2008 murder in Bangkok, Thailand

On 2 August 2008, 50-year-old taxi driver Khuan Phokaeng, was murdered in Bangkok, Thailand, by 18-year-old Polwat Chinno, (Note: Spelled Phalawat by some sources) a secondary school student who was addicted to playing the video game Grand Theft Auto IV, claiming during interrogation that he wanted to know if "pulling off a carjacking was as easy in real life as it was in the video game."

== Background ==
Khuan Phokaeng was, at the time of his murder, a 50-year-old taxi driver in Bangkok, though he was originally from Maha Sarakham province, in northeastern Thailand. (Note: Some sources describe Khuan as 54-year-old, while others as 50-year-old.)

Polwat Chinno was an 18-year-old secondary school student whose addiction to the video game Grand Theft Auto IV had become so severe that he told police that he needed money to play the game every day because his daily allowance of 100 baht did not support his habits, adding that his parents were civil servants and did not earn well. He lived with his parents and a younger sister. Despite the nature of his actions, Polwat's parents described him as "polite" and a "good student." His mother tearfully defended him following his arrest, warning parents about their children's video game addictions and vowing to not abandon her son. On the other hand, Polwat's father said that his family was hardworking and that they could not afford bail or defense counsel for Polwat.

== Murder ==
Late on the night of Saturday, 2 August 2008, Polwat flagged down a taxi in the Bang Phlat district, though he desisted from his intentions to rob the driver after seeing that many people were around. He subsequently purchased two knives using his allowance of 500 baht at a local retail store in the area and stopped another cab, driven by Khuan Phokaeng. According to his testimony, Polwat directed Khuan to drive to a dark street in the same district as a means to secure a successful robbery. Upon arriving at this place, Polwat pulled out the knife and threatened Khuan with it. Khuan resisted the assault and pulled out a metal bar from beneath his seat, fighting back at Polwat, who stabbed him more than 10 times in the ensuing confrontation.

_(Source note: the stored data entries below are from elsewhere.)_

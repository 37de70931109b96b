"""The PDF report: a view of a finished screening result.

``render_report(result, case_text, out_path, report_date=...)`` formats the result dict into HTML
(Jinja2, autoescaped, strict about undefined names), lays it out with WeasyPrint and writes a PDF
that carries the case file as entered and the JSON result as attachments.

Rules this module keeps:

* It computes no physics. Every number shown comes from the result dict; the only arithmetic is
  unit conversion for display (screening.units) and the gauge-basis margin line.
* Text from the case (id, description, site, file name) is only ever element content, escaped.
  Numbers are formatted here, in Python, never in the template.
* WeasyPrint may fetch only ``data:`` URIs and files inside the packaged templates folder; any
  other URL, or a missing stylesheet or image, stops the render.
* The same result, case text, report date and tool version give the same PDF bytes.
* The PDF is written to a temporary file beside the target and moved into place; a failed render
  leaves no partial file and does not touch an earlier report.
"""

from __future__ import annotations

import contextlib
import datetime as _dt
import hashlib
import json
import mimetypes
import os
import tempfile
from pathlib import Path, PurePath
from urllib.parse import unquote, urlsplit
from urllib.request import url2pathname

import jinja2
from markupsafe import Markup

After severely wounding Khuan, Polwat took control of the car and drove off. He was arrested hours later, on Sunday 3 August, while trying to steer the car backwards out of a Bangkok street. Neighbors in the area called police after hearing Polwat constantly honk the horn and reverse into a dead end. When police arrived, Polwat briefly barricaded himself inside the car until police were able to arrest him. Khuan was found dead inside the cab.

== Aftermath ==
Polwat was charged with armed robbery resulting in death (murder) and possession of a weapon. Under those charges, Polwat was eligible for the death penalty by lethal injection. In the hours following the arrest, Polwat was held pending further investigations. He confessed to the crime, saying that he wanted to imitate the game Grand Theft Auto IV and that he was tired of not having enough money to afford his gaming habits. Polwat also stated that his father "drank too much" and physically abused his mother. When asked about any addiction, Polwat denied substance dependence and gambling, additionally denying premeditation to murder, instead saying that it was a robbery gone wrong.

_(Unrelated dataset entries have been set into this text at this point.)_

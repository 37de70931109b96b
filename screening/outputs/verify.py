"""Check a report against its own attachments, and its pages against what this version renders from them.

``verify_report(pdf_path) -> (agree, message)``. Two statements are checked and reported separately:

1. **The attachments re-run to the same verdict and peak**: the attached case text still hashes to the
   attached result's ``input_sha256``, and screening it again gives the attached verdict and peak pressure
   (relative difference at most 1e-9, or both absent).
2. **The pages are the ones this version renders from them**: the report is rendered again from the
   attached case (screened again), the report date of the document and this tool version, and the text
   of every page (pypdf) is compared with the document's. Only possible when the document names this
   tool version and a report date; otherwise it is said that the pages were not checked.

``agree`` is True only when both hold. A report of this tool carries exactly two attachments (the case
file and its ``*.result.json``); more or fewer are named in the message. A batch report carries no
attachment to re-run: the message says what cannot be checked. A file that is not a PDF, a directory,
a PDF without a result attachment or with two raise InputError.

What this proves: the document's numbers follow from the attached case through this version of the tool,
and its pages say what this version would print. What it does not: who made the document, or that the
case describes the real vessel; anyone with the tool can make a document that verifies. It is not a
signature.
"""

from __future__ import annotations

import datetime as _dt
import hashlib
import json
import logging
import math
import re
from pathlib import Path

from screening.errors import InputError

RELATIVE_TOLERANCE = 1e-9
RESULT_SUFFIX = ".result.json"
#: The attachments a single-vessel report carries: the case file as entered and its result.
EXPECTED_ATTACHMENTS = 2
#: The title a batch report carries in its metadata.
BATCH_TITLE = "Batch pressure screening"

_NOT_A_SIGNATURE = ("verify is not a signature: it shows that the pages and the attached result follow from "
                    "the attached case through this tool version, not who made the document or that the "
                    "case describes the real vessel.")


class _Pdf:
    """What verify reads of a PDF: every attachment (all copies), the page texts, the metadata."""

    def __init__(self, path: Path) -> None:
        from pypdf import PdfReader
        from pypdf.errors import PdfReadError

        log = logging.getLogger("pypdf")
        level = log.level
        log.setLevel(logging.ERROR)  # pypdf's repair chatter is not the user's business; failures still raise
        try:
            reader = PdfReader(str(path), strict=False)
            self.copies: dict[str, list[bytes]] = {name: [bytes(c) for c in copies]
                                                   for name, copies in reader.attachments.items()}
            meta = reader.metadata or {}
            self.title = str(meta.get("/Title") or "")
            self.creator = str(meta.get("/Creator") or "")
            self.created = str(meta.get("/CreationDate") or "")
            self._reader = reader
        except (PdfReadError, OSError, ValueError, KeyError, TypeError, AttributeError) as exc:
            raise InputError(f"cannot read the report as a PDF: {exc}", given=str(path)) from None
        finally:
            log.setLevel(level)

    def page_texts(self) -> list[str]:
        return _page_texts(self._reader)

    @property
    def count(self) -> int:
        return sum(len(c) for c in self.copies.values())


def _page_texts(reader) -> list[str]:
    log = logging.getLogger("pypdf")
    level = log.level
    log.setLevel(logging.ERROR)
    try:
        return [" ".join((p.extract_text() or "").split()) for p in reader.pages]
    finally:
        log.setLevel(level)


def _open(pdf_path: str | Path) -> _Pdf:
    path = Path(pdf_path)
    if path.is_dir():
        raise InputError("this is a directory, not a report file", given=str(path),
                         expected="a PDF written by 'screening report' or 'screening check --pdf'")
    if not path.exists():
        raise InputError("no such report file", given=str(path), expected="a PDF written by this tool")
    if not path.is_file():
        raise InputError("not a regular file", given=str(path), expected="a PDF written by this tool")
    try:
        with path.open("rb") as fh:
            head = fh.read(5)
    except OSError as exc:
        raise InputError(f"cannot read the report: {exc.strerror or exc}", given=str(path)) from None
    if head != b"%PDF-":
        raise InputError("not a PDF file", given=str(path), expected="a PDF written by this tool")
    return _Pdf(path)


def read_attachments(pdf_path: str | Path) -> dict[str, bytes]:
    """The embedded files of the PDF, by name (first copy of each name)."""
    return {name: copies[0] for name, copies in _open(pdf_path).copies.items() if copies}


def _case_and_result(pdf: _Pdf, pdf_path) -> tuple[str, str, dict, list[str]]:
    """(case file name, case text, result dict, notes on unexpected attachments)."""
    names = [n for n, copies in pdf.copies.items() for _ in copies]
    listed = ", ".join(repr(n) for n in names) or "none"
    results = [n for n in names if n.endswith(RESULT_SUFFIX)]
    if not results:
        raise InputError(f"the report carries no attached result (attachments: {listed})", given=str(pdf_path),
                         expected=f"one attachment named '*{RESULT_SUFFIX}' beside the case file")
    if len(results) > 1:
        raise InputError(f"the report carries {len(results)} result attachments ({', '.join(map(repr, results))});"
                         " it cannot tell which one its pages show", given=str(pdf_path),
                         expected=f"exactly one attachment named '*{RESULT_SUFFIX}'")
    result_name = results[0]
    try:
        result = json.loads(pdf.copies[result_name][0].decode("utf-8"))
    except (UnicodeDecodeError, ValueError) as exc:
        raise InputError(f"the attached result is not JSON: {exc}", given=result_name) from None
    if not isinstance(result, dict):
        raise InputError("the attached result is not a JSON object", given=result_name)
    source = result.get("source")
    source_name = Path(source.replace("\\", "/")).name if isinstance(source, str) else None
    if source_name and source_name in pdf.copies:
        case_name = source_name
    else:
        others = [n for n in pdf.copies if n != result_name]
        if len(others) != 1:
            raise InputError(f"the report carries no attached case file it can tell (attachments: {listed})",
                             given=str(pdf_path), expected="the case file as entered, attached beside the result")
        case_name = others[0]
    try:
        case_text = pdf.copies[case_name][0].decode("utf-8")
    except UnicodeDecodeError as exc:
        raise InputError(f"the attached case file is not UTF-8 text: {exc}", given=case_name) from None
    notes = []
    if len(names) != EXPECTED_ATTACHMENTS:
        extra = [n for n in names if n not in (case_name, result_name)]
        extra += [n for n in (case_name, result_name) if len(pdf.copies[n]) > 1]
        notes.append(f"the PDF carries {len(names)} attachments, not the {EXPECTED_ATTACHMENTS} a report of this "
                     f"tool carries (the case file and its result); not accounted for: "
                     + ", ".join(repr(n) for n in extra))
    return case_name, case_text, result, notes


def attached_case_and_result(pdf_path: str | Path) -> tuple[str, str, dict]:
    """(case file name, case text, result dict) attached to a report."""
    name, text, result, _ = _case_and_result(_open(pdf_path), pdf_path)
    return name, text, result


def _same_pressure(a, b) -> bool:
    if a is None or b is None:
        return a is None and b is None
    if not (isinstance(a, (int, float)) and isinstance(b, (int, float))):
        return False
    if not (math.isfinite(a) and math.isfinite(b)):
        return False
    return abs(a - b) <= RELATIVE_TOLERANCE * max(abs(a), abs(b))


def _shown(p, result: dict) -> str:
    """A pressure [Pa, absolute] in the case's own unit, with the exact SI value that was compared."""
    if p is None:
        return "none"
    if not isinstance(p, (int, float)) or not math.isfinite(p):
        return repr(p)
    from screening.units import format_pressure

    unit = (result.get("display_units") or {}).get("pressure") or "bar(g)"
    atm = (result.get("site") or {}).get("atmospheric_pressure_pa") or 101325.0
    try:
        text = format_pressure(p, unit, atm, digits=3)
    except (KeyError, TypeError, ValueError):
        text = format_pressure(p, "bar(a)", atm, digits=3)
    return f"{text} [{p!r} Pa absolute]"


def report_date(created: str) -> _dt.date | None:
    """The report date from a PDF date ('D:20261201000000Z'), or None."""
    m = re.match(r"^D:(\d{4})(\d{2})(\d{2})", created or "")
    if not m:
        return None
    try:
        return _dt.date(int(m.group(1)), int(m.group(2)), int(m.group(3)))
    except ValueError:
        return None


def _pages_check(pdf: _Pdf, case_text: str, fresh: dict, attached: dict) -> tuple[bool | None, str]:
    """(True/False, detail) comparing the pages with a new render; (None, why) when it cannot be done."""
    from screening import __version__

    version = attached.get("tool_version")
    if version != __version__:
        return None, (f"not checked: the document was written by screening {version}, this is {__version__}; "
                      f"run verify with version {version} to compare the pages")
    date = report_date(pdf.created)
    if date is None:
        return None, "not checked: the PDF carries no report date to render it again with"
    import io

    from pypdf import PdfReader

    from screening.outputs.report import render_pdf_bytes

    fresh_pdf = render_pdf_bytes(fresh, case_text, report_date=date)
    mine = _page_texts(PdfReader(io.BytesIO(fresh_pdf)))
    theirs = pdf.page_texts()
    differing = [k + 1 for k, (a, b) in enumerate(zip(mine, theirs)) if a != b]
    if len(mine) != len(theirs):
        first = f"; the first page that differs is page {differing[0]}" if differing else ""
        return False, (f"the document has {len(theirs)} pages; rendered from its attachments on {date} it has "
                       f"{len(mine)}{first}")
    if differing:
        return False, (f"the text of page{'s' if len(differing) > 1 else ''} "
                       f"{', '.join(map(str, differing))} of {len(theirs)} differs from the pages rendered from "
                       f"the attachments (report date {date})")
    return True, f"the text of all {len(theirs)} pages is the same as rendered from the attachments (report date {date})"


def _batch_message(pdf: _Pdf, pdf_path) -> str:
    names = ", ".join(repr(n) for n in pdf.copies) or "none"
    return "\n".join([
        f"CANNOT VERIFY: {Path(pdf_path).name} is a batch report ({pdf.title or 'batch'}).",
        f"  It carries no attached inventory and result (attachments: {names}), so nothing can be re-run:",
        "  neither the counts and the vessel listing nor the detail pages are checked. Screen the inventory "
        "again with 'screening batch' and compare.",
    ])


def verify_report(pdf_path: str | Path) -> tuple[bool, str]:
    """Re-run the case attached to `pdf_path` and render its pages again; (True, message) if both agree."""
    pdf = _open(pdf_path)
    if not any(n.endswith(RESULT_SUFFIX) for n in pdf.copies) and (
            pdf.title.startswith(BATCH_TITLE) or any("INVENTORY" in t[:200] for t in pdf.page_texts()[:1])):
        return False, _batch_message(pdf, pdf_path)
    case_name, case_text, attached, notes = _case_and_result(pdf, pdf_path)

    from screening import __version__
    from screening.screen import screen_text

    source = attached.get("source") if isinstance(attached.get("source"), str) else case_name
    fresh = screen_text(case_text, source)

    sha = hashlib.sha256(case_text.encode("utf-8")).hexdigest()
    checks = [
        ("case text SHA-256", attached.get("input_sha256"), sha, attached.get("input_sha256") == sha),
        ("verdict", attached.get("verdict"), fresh["verdict"], attached.get("verdict") == fresh["verdict"]),
        ("peak pressure", _shown(attached.get("peak_pressure_pa"), attached),
         _shown(fresh["peak_pressure_pa"], fresh),
         _same_pressure(attached.get("peak_pressure_pa"), fresh["peak_pressure_pa"])),
    ]
    rerun_ok = all(ok for *_, ok in checks)
    pages_ok, pages_detail = _pages_check(pdf, case_text, fresh, attached)
    agree = rerun_ok and pages_ok is True and not notes

    def said(ok) -> str:
        return "yes" if ok is True else "NOT CHECKED" if ok is None else "NO"

    head = "AGREES" if agree else "DISAGREES" if (not rerun_ok or pages_ok is False or notes) else "NOT VERIFIED"
    lines = [f"{head}: {Path(pdf_path).name} (case {case_name}; document written by screening "
             f"{attached.get('tool_version')}, checked with screening {__version__})",
             f"  attachments re-run to the same verdict and peak: {said(rerun_ok)}"]
    for label, was, now, ok in checks:
        lines.append(f"    {label:<18} attached: {was}")
        lines.append(f"    {'':<18} re-run:   {now}   {'same' if ok else 'DIFFERENT'}")
    lines.append(f"  pages are the ones this version renders from them: {said(pages_ok)}")
    lines.append(f"    {pages_detail}")
    for note in notes:
        lines.append(f"  attachments: {note}")
    lines.append(f"  ({_NOT_A_SIGNATURE})")
    return agree, "\n".join(lines)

During the interrogations, Polwat also confessed to having wanted to see if carjacking was "as easy in real life as it was in the game," referring to GTA. The following day, the Manager Daily reported that police were preparing a reenactment of the crime scene and that they believed that Polwat did not suffer from any mental illness that impeded him from knowing right from wrong. The newspaper added that investigators would oppose the possibility of bail in the indictment hearing against Polwat before the Taling Chan Provincial Court.

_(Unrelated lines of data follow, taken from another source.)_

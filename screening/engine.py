"""The screening engine: a table of cases in, one typed Result per case out (:func:`screen_cases`). One vessel is
a table of one row (:func:`screen_case`); the batch, the terminal summary, JSON, CSV, both PDFs, `verify` and the
web page all consume its Result. Plot data are added by :func:`with_plot_data` (screen.plot_data) for the views
that draw them.

Rows are grouped by gas. For a pure permanent gas filled by pressure (or hydrogen, helium, neon or air filled by
mass: the fill density given, each model's fill pressure at it, no fill-pressure limit), with one exposure (in the
sun or not) and no tolerances, both temperatures above the critical temperature (the "vectorised path"):

* a row in the sun gets its worst case from :func:`screening.screen.worst_case_temperature` (the energy
  balance, :func:`screening.screen.sun_balance`, solved once per distinct exposure among the rows screened
  together), with its basis, balance and warnings; the rest of the row runs on the arrays (an inventory's
  plain rows in the sun too, :func:`_plain_sun_rows`);

* the ideal and generalized models run as numpy arrays over every row of the group (no Python loop
  per row; the Lee–Kesler functions of :mod:`screening.physics.eos.generalized` are array functions);
* the reference model uses one cached :class:`ReferenceFluid` per fluid, reused across rows (its
  ``pressures()`` loop, and ``density()`` for the fill state);
* the limits are solved without the per-row scalar scan: on the generalized model by inverting the
  isochore at the target pressure (a vectorised secant on T, and density-at-pressure for the fill
  limit), on the reference model by a bracketed solve (Illinois) through ``pressures()`` inside the
  equation's range, with screen._root's scan where the range ends inside its bracket, and only where the
  reference limit can be the lower one;
* the dry-out temperature (where the isochore meets the saturation dome) by a per-fluid table of the
  saturated-vapour density and a few secant steps;
* verdicts through :func:`screening.screen.decide`, the one place that decides a verdict;
* rows with input tolerances or several exposure scenarios (each in the sun or not): every scenario is a
  row of the table and every state of the tolerance analysis (the nominal state, the central differences of
  the sensitivities, the corners) an extra row whose models alone are computed; the steps are
  :func:`screening.screen.tolerance_steps`, driven for many vessels at once, and the scenarios are folded by
  :func:`screening.screen.fold_scenarios`, as the single screening does (:func:`_screen_expanded`).

A pure liquefied gas (carbon dioxide, propane, ammonia, the refrigerants: a pure fluid with a saturation dome)
filled by mass or by pressure, or a pure permanent gas with a dome and fixed critical constants filled by mass
(:func:`_mass_fill_gas`), at a stated fill temperature, with one exposure and no tolerances, runs on
:func:`_liquefied_columns`: the saturation and critical bands (such rows are refused as the single screening
refuses them), the fill density and the phases at fill and at the worst case on the reference equation, the
dome crossings, the liquid-full rule, the ideal and generalized models where the contents are a gas at both,
and the limits, each root as screen._root finds it; the verdict through the same rules of screen.py
(:func:`_liquefied_verdict`). Such rows with several scenarios, and those filled by mass with input tolerances,
run on the same columns with every scenario and every state of the tolerance analysis a row of a table
(:func:`_screen_liquefied_scenarios`).

Everything else takes the state-by-state route, :func:`screening.screen.screen_states`, one row at a time, on purpose: dissolved gases
and mixtures (their phase is checked per row by two routes, see physics.mixtures),
fills of a permanent gas near its critical temperature, liquefied gases filled by pressure with tolerances (the
tolerances widen their saturation and critical bands), a permanent-gas row any of whose scenario or tolerance states falls outside this path, and any row where a
vectorised step is not sure of itself (a root next to the edge of a model's range, a solve that did not
settle, a state the reference equation refuses). Both routes give the same result: the
same keys, and numbers that agree to the solve tolerance (about 1e-9 relative; the state-by-state route stops its
limit solves there). ``curves`` and ``phase_diagram`` are None until :func:`with_plot_data` adds them.
"""

from __future__ import annotations

import functools
import math
import threading
from dataclasses import dataclass, replace
from typing import Callable, Iterable

import numpy as np
import orjson

from screening import screen as _screen
from screening.constants import R
from screening.errors import InputError, NotApplicable
from screening.inputs.case import Case, load_case, parse_case_text
from screening.inputs.columns import CaseRow, PlainRows
from screening.physics.eos.generalized import (
    GENERALIZED_FIELDS,
    LK_REDUCED_PRESSURE_RANGE,
    LK_REDUCED_TEMPERATURE_RANGE,
    SRK_QUANTUM_TEMPERATURE_RANGE,
    GeneralizedState,
    lee_kesler_density,
    lee_kesler_density_valid,
    lee_kesler_pressure,
    lee_kesler_pressure_valid,
    lee_kesler_vapour_pressure,
    pseudocritical,
    srk_quantum_density,
    srk_quantum_pressure,
)
from screening.physics.eos.reference import ReferenceFluid, reference_fluid
from screening.physics.gases import Mixture
from screening.physics.isochore import LIQUID_FULL_STEP
from screening.result import (
    Curves,
    Fill,
    Limits,
    PhaseDiagram,
    Result,
    ResultData,
    json_record,
    summary_record,
)

#: Number of scan points screen._limits uses (kept equal so the bracket checks agree).
_SCAN_N = 40
#: Relative step at which the vectorised secant solves stop.
_SECANT_RTOL = 1e-13
_SECANT_MAX = 30
#: Rows closer than this to the edge of the Lee–Kesler range at a limit go the per-row way.
_LK_PR_EDGE = 9.5
_LK_TR_EDGE = 3.95
#: Highest reduced temperature of the Lee–Kesler range.
_LK_TR_HI = LK_REDUCED_TEMPERATURE_RANGE[1]
#: Highest temperature [K] of the quantum-gas SRK model's range.
_SRK_T_HI = SRK_QUANTUM_TEMPERATURE_RANGE[1]
#: Highest reduced pressure of the Lee–Kesler range.
_LK_PR_HI = LK_REDUCED_PRESSURE_RANGE[1]


# ----------------------------------------------------------------------------- eligibility

def vectorisable(case: Case) -> bool:
    """Whether the vectorised path covers this row (see the module doc); the rest go per row."""
    if not _vector_gas(case.gas):
        return False
    if (case.fill_pressure_pa is None) == (case.fill_mass_kg is None) or case.fill_temperature_k is None:
        return False
    if getattr(case, "tolerance", None) is not None:
        return False
    scenarios = getattr(case, "scenarios", ())
    if len(scenarios) > 1 or any(getattr(s, "solar", "none") not in ("none", "sun") for s in scenarios):
        return False
    return True


@dataclass
class SunRow:
    """A row in the sun: its worst case as screen._worst_case_temperature finds it (the energy balance is per
    row and cheap), so that the rest of the row runs on the arrays: the basis in words, the balance and the
    warnings of that step (in the single screening's order)."""

    basis: str
    balance: dict
    warnings: list
    t_exposure: float       # the highest exposure temperature [K] (before the fill state is considered)


def _sun_row(case: Case, balances: dict | None = None) -> SunRow | None:
    """The worst case of a row with one scenario in the sun; None for other rows. Raises InputError as the
    single screening does (the row then goes per row, which raises it again in its place). `balances`: the
    energy balances already solved for the cases screened together (:func:`_worst_case`)."""
    sc = case.scenarios[0] if getattr(case, "scenarios", ()) else None
    if sc is None or getattr(sc, "solar", "none") != "sun":
        return None
    basis, balance, warnings = _worst_case(case, sc, balances)
    return _sun_row_of(sc, basis, balance, warnings)


def _worst_case(case: Case, sc, balances: dict | None) -> tuple[str, dict | None, list]:
    """(basis, energy balance or None, warnings) of scenario `sc` of `case`, as screen._worst_case_temperature
    finds them. A scenario in the sun takes its balance from `balances` where the cases screened together
    already solved it for the same inputs (every input of screen.sun_balance is in the key, which is a pure
    function of them: the same numbers and words, each row its own copy), else solves it and keeps it there."""
    sun = None
    if sc.solar == "sun":
        key = (sc.ambient_max_k, sc.irradiance_w_m2, sc.absorptivity, sc.emissivity, sc.finish, sc.wind_speed_m_s,
               sc.orientation, sc.name, sc.key, case.outside_diameter_m, case.length_m, case.water_capacity_m3,
               case.source)
        sun = balances.get(key) if balances is not None else None
        if sun is None:
            sun = _screen.sun_balance(sc, case.outside_diameter_m, case.length_m, case.water_capacity_m3,
                                      case.source)
            if balances is not None:
                balances[key] = sun
    warnings: list = []
    _t, basis, balance = _screen.worst_case_temperature(sc, case.fill_temperature_k, sun, warnings)
    return basis, balance, warnings


def _sun_row_of(sc, basis: str, balance: dict, warnings: list) -> SunRow:
    """A SunRow from the worst-case step's answer for scenario `sc`."""
    t_exposure = max(t for t in (sc.gas_temperature_k, sc.ambient_max_k, balance["wall_temperature_k"])
                     if t is not None)
    return SunRow(basis, balance, warnings, t_exposure)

Although the specifics of Polwat's legal fate are not widely known, his case prompted a nationwide ban on the sale of Grand Theft Auto, especially Grand Theft Auto IV, which was then on sale in Thailand. The killing of Khuan also led to social debate about video game addiction among children and teenagers, as well as business responsibility over the effects of these games on young people's mental health. Manon Phokhaeng, the 25-year-old son of the victim, filed a lawsuit against New Era Interactive Media, the Thai distributor of the game. The company issued a statement expressing regret for the killing.

Before the murder of Khuan, the Ministry of Culture had sought regulations in the sales of games like GTA. After the killing, an official inside the ministry stated that the "time bomb had exploded" and that it could worsen, adding that "today it was a cab driver, but tomorrow it could be a video game shop owner." The government subsequently tagged 10 video games as violent, including Resident Evil 4, God of War, Hitman: Blood Money, Killer7, The Godfather, and Manhunt, among others.